KEY POINTS:
The world financial system's vital signs continued to show improvement yesterday in response to the US Government's US$700 billion "mother of all bailouts".
Sharemarkets, including the NZSX, made welcome gains.
Next to Wall St's 4 per cent rise on Friday and the 8.8 per cent gain by Britain's FTSE Index the same day, the NZX-50's 2.11 per cent gain yesterday looked fairly modest.
Market watchers said the large international investors who could influence the local market were clearly busy elsewhere.

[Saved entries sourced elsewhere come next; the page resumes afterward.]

def _covariance(jac: np.ndarray, chi2: float, dof: int) -> tuple[np.ndarray | None, float, str]:
    """inv(J^T J) from the SVD of the weighted Jacobian, scaled by chi2/dof when that exceeds 1.

    Returns (covariance or None if singular, reduced chi-square, basis text).
    """
    _, s, vt = np.linalg.svd(jac, full_matrices=False)
    threshold = np.finfo(float).eps * max(jac.shape) * s[0]
    red = chi2 / dof if dof > 0 else math.nan
    if s[-1] <= threshold * 1e4:
        return None, red, "not available (parameters not identifiable)"
    cov = (vt.T / s**2) @ vt
    if dof > 0 and red > 1.0:
        cov = cov * red
        basis = f"inv(J^T J) scaled by the reduced chi-square {red:.3g} (scatter exceeds the stated sigma)"
    else:
        basis = f"inv(J^T J) from the stated sigma (reduced chi-square {red:.3g} <= 1, not scaled)"
    return cov, red, basis


def _linear_fit(t, p, sigma):
    """Weighted straight line; returns (p0, slope, cov, chi2, reduced chi2, basis, model values)."""
    jac = np.column_stack([np.ones_like(t), t]) / sigma[:, None]
    coef, *_ = np.linalg.lstsq(jac, p / sigma, rcond=None)
    model = coef[0] + coef[1] * t
    chi2 = float(np.sum(((model - p) / sigma) ** 2))
    cov, red, basis = _covariance(jac, chi2, t.size - 2)
    return float(coef[0]), float(coef[1]), cov, chi2, red, basis, model


def _levelling_jacobian(x, t, sigma):
    p0, slope, dp, tau = x
    e = np.exp(-t / tau)
    cols = [np.ones_like(t), t, -np.expm1(-t / tau), -dp * t / tau**2 * e]
    return np.column_stack(cols) / sigma[:, None]


def _levelling_fit(t, p, sigma):
    """Least-squares fit of the four-parameter model from several robust starting points."""
    duration = t[-1]
    dt_min = float(np.min(np.diff(t)))
    # linear fit on the last third: the leak's slope once the vapor has levelled
    tail = t >= t[-1] - duration / 3.0
    if np.count_nonzero(tail) < 3:
        tail = np.zeros_like(t, bool)
        tail[-3:] = True
    a_tail, b_tail = _line(t[tail], p[tail])
    p0_start = float(p[0])
    rise = max(float(p[-1] - p[0]), SIGMA_FLOOR_PA)
    dp_start = float(b_tail - p0_start)
    if dp_start <= 0:
        dp_start = 0.05 * rise
    excess = p - p0_start - a_tail * t
    reached = np.nonzero(excess >= (1 - math.exp(-1)) * dp_start)[0]
    tau_guess = float(t[reached[0]]) if reached.size else duration / 5.0
    tau_lo, tau_hi = dt_min / 100.0, 100.0 * duration
    starts = {min(max(tau_guess, dt_min), duration / 3.0), duration / 20.0, duration / 8.0, duration / 3.0}

    def residuals(x):
        return (rate_of_rise_model(t, *x) - p) / sigma

    best = None
    for tau0 in sorted(starts):
        x0 = np.array([p0_start, a_tail, dp_start, max(tau0, 2 * tau_lo)])
        sol = least_squares(
            residuals,
            x0,
            jac=lambda x: _levelling_jacobian(x, t, sigma),
            bounds=([-np.inf, -np.inf, 0.0, tau_lo], [np.inf, np.inf, np.inf, tau_hi]),
            x_scale="jac",
            method="trf",
        )
        if best is None or sol.cost < best.cost:
            best = sol
    return best


def _line(t, p):
    """Unweighted straight line through (t, p): (slope, intercept)."""
    slope, intercept = np.polyfit(t, p, 1)
    return float(slope), float(intercept)


def _warn(warnings: list, code: str, message: str, time_s: float | None = None) -> None:
    warnings.append({"code": code, "message": message, "time_s": None if time_s is None else float(time_s)})


def fit_rate_of_rise(time_s, pressure_pa, volume, *, sigma_pa=None, units: str = "mbar") -> LeakTestResult:
    """Fit a rate-of-rise log: the linear leak plus a levelling vapor/outgassing part.

    Model p(t) = p0 + (Q/V) t + dp (1 - exp(-t/tau)), Q = V dp/dt for the linear part
    (EN 13184:2001 pressure-change method; O'Hanlon 2003). Weighted least squares
    (scipy.optimize.least_squares, trust-region reflective, bounds dp >= 0, tau > 0) from
    starting values taken from a straight line through the last third of the log. Standard
    errors from the Jacobian: covariance = inv(J^T J), scaled by the reduced chi-square when it
    exceeds 1 (the scatter is larger than the stated sigma); `stderr_basis` says which.
    When the levelling term is not identifiable (not significant, tau >= log length / 3, tau
    shorter than the sampling step, singular covariance, or too few points) a straight line
    is fitted instead and a "linear_fallback" warning says why.

    Parameters
    ----------
    time_s : ndarray
        Log times [s], increasing. The fit's t = 0 is the first point with a pressure.
    pressure_pa : ndarray
        Absolute pressure [Pa]; NaN entries (blank cells) are dropped.
    volume : float
        Isolated volume: apparatus, hose and trap [m^3].
    sigma_pa : float or ndarray, optional
        Reading uncertainty [Pa]; default max(1 mbar, 2 % of reading).
    units : str
        Pressure display unit of the warning texts (mbar, torr, pa, inhg, psi): pressures in it,
        throughputs in it times L/s, as the table printed beside them. The numbers are SI.

    Returns
    -------
    LeakTestResult
    """
    t_all = np.asarray(time_s, float)
    p_all = np.asarray(pressure_pa, float)
    if t_all.shape != p_all.shape or t_all.ndim != 1:
        raise InputError("rate-of-rise fit: time and pressure must be 1-D arrays of one length")
    if not (np.isfinite(volume) and volume > 0):
        raise InputError(f"rate-of-rise fit: the volume must be positive, got {volume!r} m^3")
    if units.lower() not in PRESSURE_UNITS:
        raise InputError(f"units: unknown pressure display unit {units!r}; expected one of {', '.join(PRESSURE_UNITS)}")
    units = units.lower()
    warnings: list[dict] = []
    keep = np.isfinite(p_all) & np.isfinite(t_all)
    if sigma_pa is not None:
        sigma_all = np.broadcast_to(np.asarray(sigma_pa, float), p_all.shape)
        keep &= np.isfinite(sigma_all) & (sigma_all > 0)
    if np.count_nonzero(~keep):
        _warn(warnings, "blank_pressure", f"{np.count_nonzero(~keep)} row(s) without a pressure were skipped")
    t_log, p = t_all[keep], p_all[keep]
    if t_log.size < 3:
        raise InputError(f"rate-of-rise fit: {t_log.size} pressure reading(s); at least 3 are needed")
    if np.any(np.diff(t_log) <= 0):
        raise InputError("rate-of-rise fit: times must increase")
    sigma = default_sigma(p) if sigma_pa is None else np.asarray(sigma_all, float)[keep]
    origin = float(t_log[0])
    t = t_log - origin
    duration = float(t[-1])
    n = t.size

    lin_p0, lin_slope, lin_cov, lin_chi2, lin_red, lin_basis, lin_model = _linear_fit(t, p, sigma)

    reason = None
    if n < MIN_POINTS_LEVELLING:
        reason = f"only {n} points (the levelling fit needs {MIN_POINTS_LEVELLING})"
    else:
        sol = _levelling_fit(t, p, sigma)
        x = sol.x
        chi2 = 2.0 * float(sol.cost)
        cov, red, basis = _covariance(_levelling_jacobian(x, t, sigma), chi2, n - 4)
        se = np.sqrt(np.diag(cov)) if cov is not None else np.full(4, np.nan)
        p0, slope, dp, tau = (float(v) for v in x)
        dt_min = float(np.min(np.diff(t)))
        if cov is None and dp <= 1e-9 * max(float(np.ptp(p)), SIGMA_FLOOR_PA):
            reason = "no levelling part (fitted to zero): the rise is linear"
        elif cov is None:
            reason = "the levelling term is not identifiable (singular covariance)"
        elif not dp > SIGNIFICANCE * se[2]:
            reason = "no significant levelling part: the rise is linear"
        elif tau >= TAU_MAX_SHARE_OF_LOG * duration:
            reason = (
                f"the levelling time constant ({tau / 60:.3g} min) is comparable to the log length "
                f"({duration / 60:.3g} min): log longer to separate vapor from leak"
            )
        elif tau < dt_min:
            reason = f"the levelling ({tau:.3g} s) is faster than the sampling step ({dt_min:.3g} s)"
        elif lin_chi2 - chi2 < 4.0:  # two extra parameters must buy more than 2 per parameter (AIC)
            reason = "the levelling term does not improve the fit enough over a straight line (AIC)"

    if reason is None:
        model = "levelling"
        fitted = rate_of_rise_model(t, p0, slope, dp, tau)
        se_slope, se_dp, se_tau = float(se[1]), float(se[2]), float(se[3])
        levelled = dp * -math.expm1(-duration / tau)
    else:
        _warn(warnings, "linear_fallback", f"straight-line fit used: {reason}")
        model = "linear"
        p0, slope, dp, tau = lin_p0, lin_slope, 0.0, math.nan
        fitted = lin_model
        chi2, red, basis = lin_chi2, lin_red, lin_basis
        se_slope = float(np.sqrt(lin_cov[1, 1])) if lin_cov is not None else math.nan
        se_dp = se_tau = math.nan
        levelled = 0.0

    total = slope * duration + levelled
    vapor_share = levelled / total if total > 0 else math.nan
    resid = fitted - p
    rms = float(np.sqrt(np.mean(resid**2)))

    q, q_se = volume * slope, volume * se_slope
    if slope < 0:
        _warn(
            warnings,
            "falling_pressure",
            "the fitted leak slope is negative: the pump may not be isolated, or the gauge drifts",
        )
    elif np.isfinite(se_slope) and slope < SIGNIFICANCE * se_slope:
        _warn(
            warnings,
            "leak_not_resolved",
            f"the leak rise is within {SIGNIFICANCE:g} standard errors of zero: "
            f"the leak is below about {format_throughput((slope + SIGNIFICANCE * se_slope) * volume, units)}",
        )
    scale = math.sqrt(max(red, 1.0)) if np.isfinite(red) else 1.0
    z = np.abs(resid) / (sigma * scale)
    outliers = np.nonzero(z > OUTLIER_SIGMAS)[0]
    for i in outliers[:5]:
        _warn(
            warnings,
            "outlier",
            f"reading {format_pressure_sig(p[i], units, 4)} is {z[i]:.1f} sigma off the fitted curve",
            t_log[i],
        )
    if outliers.size > 5:
        _warn(warnings, "outlier", f"{outliers.size - 5} further outlier(s) not listed")
    if np.max(p) > NEAR_ATMOSPHERE_SHARE * c.STANDARD_ATMOSPHERE:
        i = int(np.argmax(p > NEAR_ATMOSPHERE_SHARE * c.STANDARD_ATMOSPHERE))
        _warn(
            warnings,
            "near_atmosphere",
            f"the pressure exceeds {format_pressure(NEAR_ATMOSPHERE_SHARE * c.STANDARD_ATMOSPHERE, units)} "
            f"({NEAR_ATMOSPHERE_SHARE:g} atm): the leak flow falls as the inside "
            "approaches the outside pressure, so the rise is no longer linear; test at working vacuum",
            t_log[i],
        )

    return LeakTestResult(
        leak_rate_pa_m3_s=float(q),
        leak_rate_stderr_pa_m3_s=float(q_se),
        vapor_rise_pa=float(dp),
        vapor_rise_stderr_pa=float(se_dp),
        time_constant_s=float(tau),
        time_constant_stderr_s=float(se_tau),
        p0_pa=float(p0),
        slope_pa_s=float(slope),
        vapor_share=float(vapor_share),
        residual_rms_pa=rms,
        reduced_chi2=float(red),
        stderr_basis=basis,
        model=model,
        volume_m3=float(volume),
        time_origin_s=origin,
        duration_s=duration,
        n_points=int(n),
        warnings=warnings,
    )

The British and American gains, and yesterday's 4.5 per cent rise by Australia's ASX 200 were partly fuelled by bans on short-selling of financial stocks in those countries.
Short-selling enables investors to profit from falling stock prices, and has been cited as a factor in the collapse of Lehman Brothers last week.
The US Treasury plan will use taxpayers' dollars to buy "toxic" mortgage debt from financial institutions.
In response, banking stocks led the sharemarket recovery.
In the US on Friday, Washington Mutual shares rose 42.1 per cent, Citigroup 22.7 per cent, Morgan Stanley 20.7 per cent and Goldman Sachs 20.2 per cent.
In Britain, Barclays, Lloyd TSB, HSBC, Royal Bank of Scotland, HBOS and Standard Chartered went up between 17 and 32 per cent, and in Australia, ANZ was up 8.13 per cent, National Australia Bank 5.65 per cent, Commonwealth Bank 4.45 per cent and Westpac 4.93 per cent.
Meanwhile, Wall St's two remaining big investment banks, Goldman Sachs and Morgan Stanley, yesterday received regulatory approval to turn themselves into traditional bank holding companies.
The technical change will give them rights to obtain emergency funds from the US central bank, the Federal Reserve. But they will also be more tightly regulated than they were.